Below are all three classifications (visual, RF and CNN) on the morphometric plane.

The M20-Gini plot with the sections of the plot corresponding to mergers, spheroidals and disk galaxies. And for color the visual classifications, the RF probability and the CNN probability. Each approach has strengths and weaknesses but it is pretty clear that not all merger behave nicely and sit where they are supposed to in this plot. 

What we are getting from this paper is that each technique varies drastically on what it considers a merger. We had a very similar experience with morphometrics alone but different surveys or morphometric systems (e.g. CAS vs Gini-M20). Even with training based on simulations (where we know whether a pair is going to merge in the 250 million years, we can just run the clock forward in the computer). Classification like this is hard

But the good news is that the merger rate inferred at different redshifts is fairly robust and agrees between the techniques. 
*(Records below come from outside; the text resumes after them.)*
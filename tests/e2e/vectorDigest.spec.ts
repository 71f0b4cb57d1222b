import { createBench } from '@/lib/contracts/benches';
import { createWaveform } from '@/lib/contracts/waveforms';
import { exampleDocuments } from '@/lib/document/examples/exampleDocuments';
import type { BenchContent } from '@/lib/synth';
import { openBench, smallDocument } from '../helpers/documents.ts';
import { ask, signIn } from './support/api.ts';
import { makeWholePack } from './support/packs.ts';
import { expectMeasured, expectSaved, paint } from './support/table.ts';
import { expect, test } from './support/test.ts';

// The worker that shows the waveform renders the very words that the server's pack holds: one engine, the same bits.
const benches: Record<string, Partial<BenchContent>> = {
  '16 bit, low byte first': {},
  '12 bit, left-aligned, high byte first': { bits: 12, align: 'left', byteOrder: 'big' },
};

test('what was painted by hand has the digest of its pack, for each word', async ({ page, context, as, baseURL }) => {
  const mira = await as('Mira Sand');
  await signIn(context.request, baseURL!, 'Ines Okoro');
  const { waveformId } = await ask(context.request, baseURL!, createWaveform, { query: {}, body: smallDocument() });
  await page.goto(`/waveforms/${waveformId}`);
  await expectMeasured(page);
  await page
    .getByRole('group', { name: 'Tray' })
    .getByRole('button', { name: /^Pilots/ })
    .click();
  await paint(page, { symbol: 1, subcarrier: -4 }, { symbol: 3, subcarrier: 4 }, false);
  await expectSaved(page);
  for (const [name, layout] of Object.entries(benches)) {
    const profile = openBench(layout);
    const { benchId } = await ask(mira.context().request, baseURL!, createBench, {
      body: { ...profile, about: { ...profile.about, name: `Vector digest, ${name}` } },
    });
    const { shown, revisionId } = await page.evaluate(
      async (content) => ({
        shown: await window.__combwrightTable!.digest(content),
        revisionId: window.__combwrightTable!.revisionId(),
      }),
      profile.content,
    );
    const pack = await makeWholePack(context.request, baseURL!, revisionId, benchId);
    expect(`sha256:${shown.sha256}`, name).toBe(pack.vectorDigest);
    expect(shown.bytes).toBe(pack.samples * 4);
    expect(pack.state).toBe('draft');
  }
});

test('so have the example documents', async ({ page, context, as, baseURL }) => {
  test.setTimeout(120_000);
  const mira = await as('Mira Sand');
  const profile = openBench({ markers: { count: 4, packing: 'bytes', leastSamples: 1, stepSamples: 1 } });
  const { benchId } = await ask(mira.context().request, baseURL!, createBench, {
    body: { ...profile, about: { ...profile.about, name: 'Vector digest, examples' } },
  });
  await signIn(context.request, baseURL!, 'Ines Okoro');
  for (const { exampleId, build } of exampleDocuments) {
    const { waveformId, head } = await ask(context.request, baseURL!, createWaveform, { query: {}, body: build() });
    await page.goto(`/waveforms/${waveformId}`);
    await expectMeasured(page);
    const shown = await page.evaluate((content) => window.__combwrightTable!.digest(content), profile.content);
    const pack = await makeWholePack(context.request, baseURL!, head!.revisionId, benchId);
    expect(`sha256:${shown.sha256}`, exampleId).toBe(pack.vectorDigest);
  }
});
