import { turnsOf } from '../math/angle';
import { writeUnitOfTurns } from '../math/turns';

/** One symbol read for estimating: where it stands (file samples), what was found and meant (2·N each), and which cells count (N). */
export interface ReadSymbol {
  usefulStart: number;
  /** Symbols of one group share the carrier's phase; between groups it may jump (a loop that the frequency offset does not close). */
  group: number;
  found: Float64Array;
  meant: Float64Array;
  known: Uint8Array;
}

/** What is left between symbols and their common channel. */
export interface Drift {
  /** Carrier: turns per file sample. */
  turnsPerSample: number;
  turnsPerSampleSigma: number;
  /** Clock: file samples that the windows come early per file sample passed; a capture's clock is too fast by as much. */
  clockError: number;
  clockErrorSigma: number;
  /** Channel: Ĥ (2·N), by least squares over the symbols after phase and slope are taken out; 0 where nothing is known. */
  taps: Float64Array;
  /** Per symbol: its common phase in turns, unwrapped. */
  phaseTurns: Float64Array;
  /** Mean square of what is left per known cell, and of what was found. */
  noisePower: number;
  signalPower: number;
}

const ROUNDS = 3;

/**
 * Carrier offset and clock error from symbols in order of time: the common channel by least squares, each symbol's phase and phase slope
 * over the subcarriers against it (weighted by |ĤX|²: the linearised maximum-likelihood estimate), then straight lines over time. `size`: N·M.
 * Needs two symbols; the offset left must be below half a turn from one symbol to the next.
 * Source: Speth, Fechtel, Fock, Meyr, "Optimum receiver design for OFDM-based broadband transmission", IEEE Trans. Commun. 49, 2001 (from memory).
 */
export function estimateDrift(symbols: readonly ReadSymbol[], fftSize: number, size: number): Drift {
  const count = symbols.length;
  const half = Math.floor(fftSize / 2);
  const phaseTurns = new Float64Array(count);
  const slopeTurns = new Float64Array(count); // turns per subcarrier
  const phaseWeight = new Float64Array(count);
  const slopeWeight = new Float64Array(count);
  const taps = new Float64Array(2 * fftSize);
  const power = new Float64Array(fftSize);
  const unit = new Float64Array(2);
  firstPhases(symbols, fftSize, phaseTurns);
  let noisePower = 0;
  let signalPower = 0;
  for (let round = 0; round < ROUNDS; round++) {
    taps.fill(0);
    power.fill(0);
    symbols.forEach(({ found, meant, known }, s) => {
      for (let p = 0; p < fftSize; p++) {
        if (known[p] === 0) continue;
        writeUnitOfTurns(-phaseTurns[s]! - slopeTurns[s]! * (p - half), 0, unit, 0);
        const yRe = found[2 * p]! * unit[0]! - found[2 * p + 1]! * unit[1]!;
        const yIm = found[2 * p]! * unit[1]! + found[2 * p + 1]! * unit[0]!;
        const xRe = meant[2 * p]!;
        const xIm = meant[2 * p + 1]!;
        taps[2 * p] = taps[2 * p]! + yRe * xRe + yIm * xIm;
        taps[2 * p + 1] = taps[2 * p + 1]! + yIm * xRe - yRe * xIm;
        power[p] = power[p]! + xRe * xRe + xIm * xIm;
      }
    });
    for (let p = 0; p < fftSize; p++) {
      if (power[p] === 0) continue;
      taps[2 * p] = taps[2 * p]! / power[p]!;
      taps[2 * p + 1] = taps[2 * p + 1]! / power[p]!;
    }
    noisePower = 0;
    signalPower = 0;
    let cells = 0;
    symbols.forEach(({ found, meant, known }, s) => {
      let weight = 0;
      let weightK = 0;
      let weightKk = 0;
      let cosine = 0;
      let sine = 0;
      let sineK = 0;
      for (let p = 0; p < fftSize; p++) {
        if (known[p] === 0) continue;
        const k = p - half;
        writeUnitOfTurns(phaseTurns[s]! + slopeTurns[s]! * k, 0, unit, 0);
        const hRe = taps[2 * p]! * unit[0]! - taps[2 * p + 1]! * unit[1]!;
        const hIm = taps[2 * p]! * unit[1]! + taps[2 * p + 1]! * unit[0]!;
        const eRe = hRe * meant[2 * p]! - hIm * meant[2 * p + 1]!;
        const eIm = hRe * meant[2 * p + 1]! + hIm * meant[2 * p]!;
        const yRe = found[2 * p]!;
        const yIm = found[2 * p + 1]!;
        const expected = eRe * eRe + eIm * eIm;
        const turned = yIm * eRe - yRe * eIm;
        weight += expected;
        weightK += expected * k;
        weightKk += expected * k * k;
        cosine += yRe * eRe + yIm * eIm;
        sine += turned;
        sineK += turned * k;
        noisePower += (yRe - eRe) * (yRe - eRe) + (yIm - eIm) * (yIm - eIm);
        signalPower += yRe * yRe + yIm * yIm;
        cells++;
      }
      const spread = weight > 0 ? weightKk - (weightK * weightK) / weight : 0;
      const slope = spread > 0 ? (sineK - (weightK / weight) * sine) / spread : 0;
      const middle = weight > 0 ? weightK / weight : 0;
      phaseTurns[s] = phaseTurns[s]! + turnsOf(cosine, sine) - (slope * middle) / TWO_PI;
      slopeTurns[s] = slopeTurns[s]! + slope / TWO_PI;
      phaseWeight[s] = weight;
      slopeWeight[s] = spread;
    });
    noisePower = cells === 0 ? 0 : noisePower / cells;
    signalPower = cells === 0 ? 0 : signalPower / cells;
  }
  const sigma = Math.sqrt(noisePower / 2) / TWO_PI;
  const carrier = lineOf(symbols, phaseTurns, phaseWeight, true);
  const clock = lineOf(symbols, slopeTurns, slopeWeight, false);
  return {
    turnsPerSample: carrier.slope,
    turnsPerSampleSigma: carrier.spread > 0 ? sigma / Math.sqrt(carrier.spread) : Infinity,
    clockError: 0 - clock.slope * size,
    clockErrorSigma: clock.spread > 0 ? (sigma * size) / Math.sqrt(clock.spread) : Infinity,
    taps,
    phaseTurns,
    noisePower,
    signalPower,
  };
}

const TWO_PI = 6.283185307179586;

/** Phases from symbol to symbol by what neighbours have in common, unwrapped: Σ_k (Y_s/X_s)(Y_{s−1}/X_{s−1})*, weighted. */
function firstPhases(symbols: readonly ReadSymbol[], fftSize: number, phaseTurns: Float64Array): void {
  for (let s = 1; s < symbols.length; s++) {
    const now = symbols[s]!;
    const last = symbols[s - 1]!;
    let re = 0;
    let im = 0;
    for (let p = 0; p < fftSize; p++) {
      if (now.known[p] === 0 || last.known[p] === 0) continue;
      const aRe = now.found[2 * p]! * now.meant[2 * p]! + now.found[2 * p + 1]! * now.meant[2 * p + 1]!;
      const aIm = now.found[2 * p + 1]! * now.meant[2 * p]! - now.found[2 * p]! * now.meant[2 * p + 1]!;
      const bRe = last.found[2 * p]! * last.meant[2 * p]! + last.found[2 * p + 1]! * last.meant[2 * p + 1]!;
      const bIm = last.found[2 * p + 1]! * last.meant[2 * p]! - last.found[2 * p]! * last.meant[2 * p + 1]!;
      re += aRe * bRe + aIm * bIm;
      im += aIm * bRe - aRe * bIm;
    }
    phaseTurns[s] = phaseTurns[s - 1]! + turnsOf(re, im);
  }
}

/** A straight line through values over usefulStart, weighted; with groups each has a level of its own. */
function lineOf(
  symbols: readonly ReadSymbol[],
  values: Float64Array,
  weights: Float64Array,
  withGroups: boolean,
): { slope: number; spread: number } {
  const sums = new Map<number, { weight: number; at: number; value: number }>();
  symbols.forEach((symbol, s) => {
    const group = withGroups ? symbol.group : 0;
    const sum = sums.get(group) ?? { weight: 0, at: 0, value: 0 };
    sum.weight += weights[s]!;
    sum.at += weights[s]! * symbol.usefulStart;
    sum.value += weights[s]! * values[s]!;
    sums.set(group, sum);
  });
  let cross = 0;
  let spread = 0;
  symbols.forEach((symbol, s) => {
    const sum = sums.get(withGroups ? symbol.group : 0)!;
    if (sum.weight === 0) return;
    const at = symbol.usefulStart - sum.at / sum.weight;
    cross += weights[s]! * at * (values[s]! - sum.value / sum.weight);
    spread += weights[s]! * at * at;
  });
  return { slope: spread > 0 ? cross / spread : 0, spread };
}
The merger rate (not fracton) of galaxies with redshift. 

We are still a ways away from being able to classify individual galaxies on whether or not they’ll merge (definitely in the next Gyr this one) but the fraction and the rate at which the population is merging, that seems pretty robust. I expect that a lot more work will go into galaxy morphology of merging galaxies in the near future with more JWST data and the Euclid Space Observatory now both in full science mode. More and exciting machine learning applications are yet to come!